Supplied entries START

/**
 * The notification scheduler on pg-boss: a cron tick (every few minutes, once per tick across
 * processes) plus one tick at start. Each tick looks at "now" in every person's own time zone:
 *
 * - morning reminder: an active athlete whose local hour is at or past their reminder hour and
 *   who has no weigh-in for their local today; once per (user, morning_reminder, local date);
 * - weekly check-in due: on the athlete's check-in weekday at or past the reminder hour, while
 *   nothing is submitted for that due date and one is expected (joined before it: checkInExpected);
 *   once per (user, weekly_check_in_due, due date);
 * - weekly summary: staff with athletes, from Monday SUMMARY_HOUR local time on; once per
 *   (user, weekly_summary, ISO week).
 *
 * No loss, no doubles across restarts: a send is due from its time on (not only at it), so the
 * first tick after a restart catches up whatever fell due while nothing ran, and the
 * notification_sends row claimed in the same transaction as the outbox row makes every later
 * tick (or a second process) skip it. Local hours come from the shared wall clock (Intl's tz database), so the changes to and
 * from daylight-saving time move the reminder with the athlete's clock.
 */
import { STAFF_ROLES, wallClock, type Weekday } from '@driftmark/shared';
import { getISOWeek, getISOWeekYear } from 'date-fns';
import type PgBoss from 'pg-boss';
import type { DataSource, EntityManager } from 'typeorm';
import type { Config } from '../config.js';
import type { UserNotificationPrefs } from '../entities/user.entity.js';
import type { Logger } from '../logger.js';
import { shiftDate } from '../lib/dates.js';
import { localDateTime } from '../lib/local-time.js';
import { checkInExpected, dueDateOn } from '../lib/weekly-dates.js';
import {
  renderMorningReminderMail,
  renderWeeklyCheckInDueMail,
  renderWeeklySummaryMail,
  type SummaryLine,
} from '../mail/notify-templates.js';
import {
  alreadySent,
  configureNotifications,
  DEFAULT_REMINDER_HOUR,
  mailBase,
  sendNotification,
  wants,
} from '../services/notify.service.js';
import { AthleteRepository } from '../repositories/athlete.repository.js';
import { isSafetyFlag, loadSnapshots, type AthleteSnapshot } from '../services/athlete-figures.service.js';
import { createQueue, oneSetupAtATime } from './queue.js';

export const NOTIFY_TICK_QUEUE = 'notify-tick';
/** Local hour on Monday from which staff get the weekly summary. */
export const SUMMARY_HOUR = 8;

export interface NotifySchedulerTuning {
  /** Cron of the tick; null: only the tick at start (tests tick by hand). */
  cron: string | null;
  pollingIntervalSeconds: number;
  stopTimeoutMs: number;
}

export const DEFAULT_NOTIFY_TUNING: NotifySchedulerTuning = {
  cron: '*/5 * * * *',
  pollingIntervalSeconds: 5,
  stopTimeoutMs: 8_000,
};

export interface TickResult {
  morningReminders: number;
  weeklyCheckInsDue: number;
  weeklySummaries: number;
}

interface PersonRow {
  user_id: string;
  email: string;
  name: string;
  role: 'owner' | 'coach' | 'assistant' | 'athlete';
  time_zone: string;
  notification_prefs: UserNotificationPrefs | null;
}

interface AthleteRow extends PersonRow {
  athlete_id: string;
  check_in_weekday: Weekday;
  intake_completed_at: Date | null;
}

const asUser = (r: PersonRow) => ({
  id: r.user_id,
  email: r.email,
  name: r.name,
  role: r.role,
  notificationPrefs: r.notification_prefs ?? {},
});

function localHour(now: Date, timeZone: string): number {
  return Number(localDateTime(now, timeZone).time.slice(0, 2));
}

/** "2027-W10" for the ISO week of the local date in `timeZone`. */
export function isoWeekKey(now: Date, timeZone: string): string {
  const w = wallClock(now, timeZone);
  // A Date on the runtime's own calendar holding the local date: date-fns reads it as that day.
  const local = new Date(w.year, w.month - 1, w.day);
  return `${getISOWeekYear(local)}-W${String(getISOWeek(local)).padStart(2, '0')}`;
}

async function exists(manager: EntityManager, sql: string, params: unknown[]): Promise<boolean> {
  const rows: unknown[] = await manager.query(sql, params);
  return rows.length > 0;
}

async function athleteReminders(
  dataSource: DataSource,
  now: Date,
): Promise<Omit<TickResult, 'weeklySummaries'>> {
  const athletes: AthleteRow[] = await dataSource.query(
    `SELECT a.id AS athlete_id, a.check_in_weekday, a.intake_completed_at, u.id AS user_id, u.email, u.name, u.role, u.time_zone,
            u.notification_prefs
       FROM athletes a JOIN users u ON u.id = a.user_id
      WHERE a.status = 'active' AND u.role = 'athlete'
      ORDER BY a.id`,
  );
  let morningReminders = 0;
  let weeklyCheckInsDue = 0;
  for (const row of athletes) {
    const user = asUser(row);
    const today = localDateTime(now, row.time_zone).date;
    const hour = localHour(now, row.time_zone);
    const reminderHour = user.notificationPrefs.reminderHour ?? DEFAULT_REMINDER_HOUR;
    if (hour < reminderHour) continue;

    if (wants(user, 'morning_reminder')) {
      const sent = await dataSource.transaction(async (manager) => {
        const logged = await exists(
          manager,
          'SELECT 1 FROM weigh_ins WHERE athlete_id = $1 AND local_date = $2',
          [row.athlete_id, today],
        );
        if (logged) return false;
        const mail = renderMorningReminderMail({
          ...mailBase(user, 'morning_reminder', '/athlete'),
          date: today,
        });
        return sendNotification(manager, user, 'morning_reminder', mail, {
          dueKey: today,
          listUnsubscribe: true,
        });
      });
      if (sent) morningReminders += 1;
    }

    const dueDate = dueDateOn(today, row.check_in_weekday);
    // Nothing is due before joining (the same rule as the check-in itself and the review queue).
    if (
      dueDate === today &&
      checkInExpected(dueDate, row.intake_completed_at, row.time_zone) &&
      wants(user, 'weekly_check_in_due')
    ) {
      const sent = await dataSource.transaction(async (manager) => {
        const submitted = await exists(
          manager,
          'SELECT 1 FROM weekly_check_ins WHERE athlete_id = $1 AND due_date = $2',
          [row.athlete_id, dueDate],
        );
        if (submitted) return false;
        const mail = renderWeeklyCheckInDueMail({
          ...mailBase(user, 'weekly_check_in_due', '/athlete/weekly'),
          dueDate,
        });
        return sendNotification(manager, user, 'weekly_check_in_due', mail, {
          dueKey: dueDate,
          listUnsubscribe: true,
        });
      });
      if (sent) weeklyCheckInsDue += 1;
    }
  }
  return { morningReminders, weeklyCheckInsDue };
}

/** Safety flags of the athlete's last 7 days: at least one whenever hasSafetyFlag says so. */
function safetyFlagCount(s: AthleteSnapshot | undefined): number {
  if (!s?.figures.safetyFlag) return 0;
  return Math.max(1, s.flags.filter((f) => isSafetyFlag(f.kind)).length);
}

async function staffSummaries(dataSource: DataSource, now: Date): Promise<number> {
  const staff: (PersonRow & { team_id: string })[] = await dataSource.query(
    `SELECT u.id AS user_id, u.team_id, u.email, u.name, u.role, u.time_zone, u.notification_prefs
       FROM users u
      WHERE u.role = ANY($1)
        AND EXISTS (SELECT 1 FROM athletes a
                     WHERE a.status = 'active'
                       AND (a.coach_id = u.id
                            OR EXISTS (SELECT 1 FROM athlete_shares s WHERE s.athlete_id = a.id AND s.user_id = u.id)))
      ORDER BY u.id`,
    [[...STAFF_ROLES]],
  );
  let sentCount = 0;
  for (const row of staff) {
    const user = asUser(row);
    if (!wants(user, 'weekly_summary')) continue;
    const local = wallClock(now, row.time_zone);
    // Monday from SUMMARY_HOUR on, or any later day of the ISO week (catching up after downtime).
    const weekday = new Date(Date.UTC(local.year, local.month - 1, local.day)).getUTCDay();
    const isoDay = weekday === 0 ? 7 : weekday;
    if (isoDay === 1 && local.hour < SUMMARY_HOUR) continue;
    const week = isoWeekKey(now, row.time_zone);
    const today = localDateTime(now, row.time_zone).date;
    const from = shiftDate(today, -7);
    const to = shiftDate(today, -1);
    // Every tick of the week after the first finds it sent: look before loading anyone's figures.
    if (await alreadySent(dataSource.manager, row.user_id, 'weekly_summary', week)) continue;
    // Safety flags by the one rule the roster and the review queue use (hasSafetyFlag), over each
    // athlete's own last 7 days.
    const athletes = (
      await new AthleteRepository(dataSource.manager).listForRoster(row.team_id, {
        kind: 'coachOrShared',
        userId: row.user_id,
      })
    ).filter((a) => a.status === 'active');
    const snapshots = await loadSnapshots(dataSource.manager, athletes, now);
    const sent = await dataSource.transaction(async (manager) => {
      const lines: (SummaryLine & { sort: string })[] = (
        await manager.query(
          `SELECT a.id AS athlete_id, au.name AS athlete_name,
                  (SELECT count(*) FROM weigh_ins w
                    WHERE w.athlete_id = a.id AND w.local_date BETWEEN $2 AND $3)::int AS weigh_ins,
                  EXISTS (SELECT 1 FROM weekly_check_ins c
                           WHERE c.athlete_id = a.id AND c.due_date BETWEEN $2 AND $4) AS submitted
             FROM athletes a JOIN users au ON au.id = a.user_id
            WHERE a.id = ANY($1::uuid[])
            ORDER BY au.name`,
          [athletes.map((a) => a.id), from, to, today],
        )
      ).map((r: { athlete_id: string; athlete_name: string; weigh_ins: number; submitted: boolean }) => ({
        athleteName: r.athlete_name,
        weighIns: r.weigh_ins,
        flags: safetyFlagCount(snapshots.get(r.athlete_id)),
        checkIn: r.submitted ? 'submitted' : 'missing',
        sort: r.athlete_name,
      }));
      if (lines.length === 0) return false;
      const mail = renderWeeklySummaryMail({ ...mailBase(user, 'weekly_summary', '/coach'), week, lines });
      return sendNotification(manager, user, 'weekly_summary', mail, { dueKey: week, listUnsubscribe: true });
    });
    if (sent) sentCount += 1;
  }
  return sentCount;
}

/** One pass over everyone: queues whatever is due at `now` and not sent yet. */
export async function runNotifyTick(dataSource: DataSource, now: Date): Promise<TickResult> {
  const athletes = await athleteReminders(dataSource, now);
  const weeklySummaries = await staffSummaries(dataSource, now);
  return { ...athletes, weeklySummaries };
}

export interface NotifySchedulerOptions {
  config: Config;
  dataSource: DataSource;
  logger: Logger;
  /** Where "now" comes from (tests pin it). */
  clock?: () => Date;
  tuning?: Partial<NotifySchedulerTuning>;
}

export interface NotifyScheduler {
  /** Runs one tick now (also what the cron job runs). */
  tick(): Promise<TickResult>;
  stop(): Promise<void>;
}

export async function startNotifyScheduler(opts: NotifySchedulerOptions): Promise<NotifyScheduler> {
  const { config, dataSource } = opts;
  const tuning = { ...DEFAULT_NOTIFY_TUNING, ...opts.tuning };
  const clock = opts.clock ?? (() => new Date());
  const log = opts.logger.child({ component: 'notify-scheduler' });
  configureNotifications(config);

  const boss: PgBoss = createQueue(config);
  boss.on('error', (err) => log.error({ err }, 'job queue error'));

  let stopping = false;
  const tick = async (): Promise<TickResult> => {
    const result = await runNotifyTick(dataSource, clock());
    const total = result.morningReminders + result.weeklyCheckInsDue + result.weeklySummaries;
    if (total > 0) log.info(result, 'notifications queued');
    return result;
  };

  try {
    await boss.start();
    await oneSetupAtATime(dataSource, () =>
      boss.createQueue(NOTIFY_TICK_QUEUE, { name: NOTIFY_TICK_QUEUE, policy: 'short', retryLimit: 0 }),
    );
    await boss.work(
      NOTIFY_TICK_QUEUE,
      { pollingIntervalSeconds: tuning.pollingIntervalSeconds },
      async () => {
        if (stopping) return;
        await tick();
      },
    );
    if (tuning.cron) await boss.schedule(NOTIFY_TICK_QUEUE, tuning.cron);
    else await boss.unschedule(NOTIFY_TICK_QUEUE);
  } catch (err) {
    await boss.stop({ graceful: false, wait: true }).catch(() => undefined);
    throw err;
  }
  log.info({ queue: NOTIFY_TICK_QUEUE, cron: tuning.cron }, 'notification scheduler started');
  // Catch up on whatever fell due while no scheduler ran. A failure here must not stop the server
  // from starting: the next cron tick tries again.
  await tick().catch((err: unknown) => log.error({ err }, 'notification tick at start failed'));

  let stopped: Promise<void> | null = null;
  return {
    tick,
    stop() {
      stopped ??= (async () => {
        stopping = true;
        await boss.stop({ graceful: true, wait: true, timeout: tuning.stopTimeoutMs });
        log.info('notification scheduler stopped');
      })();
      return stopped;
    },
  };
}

Supplied entries END

_Task objective_
Every line above with the string "lines" in it should be copied into the answer.

_Written response_
      const lines: (SummaryLine & { sort: string })[] = (
      if (lines.length === 0) return false;
      const mail = renderWeeklySummaryMail({ ...mailBase(user, 'weekly_summary', '/coach'), week, lines });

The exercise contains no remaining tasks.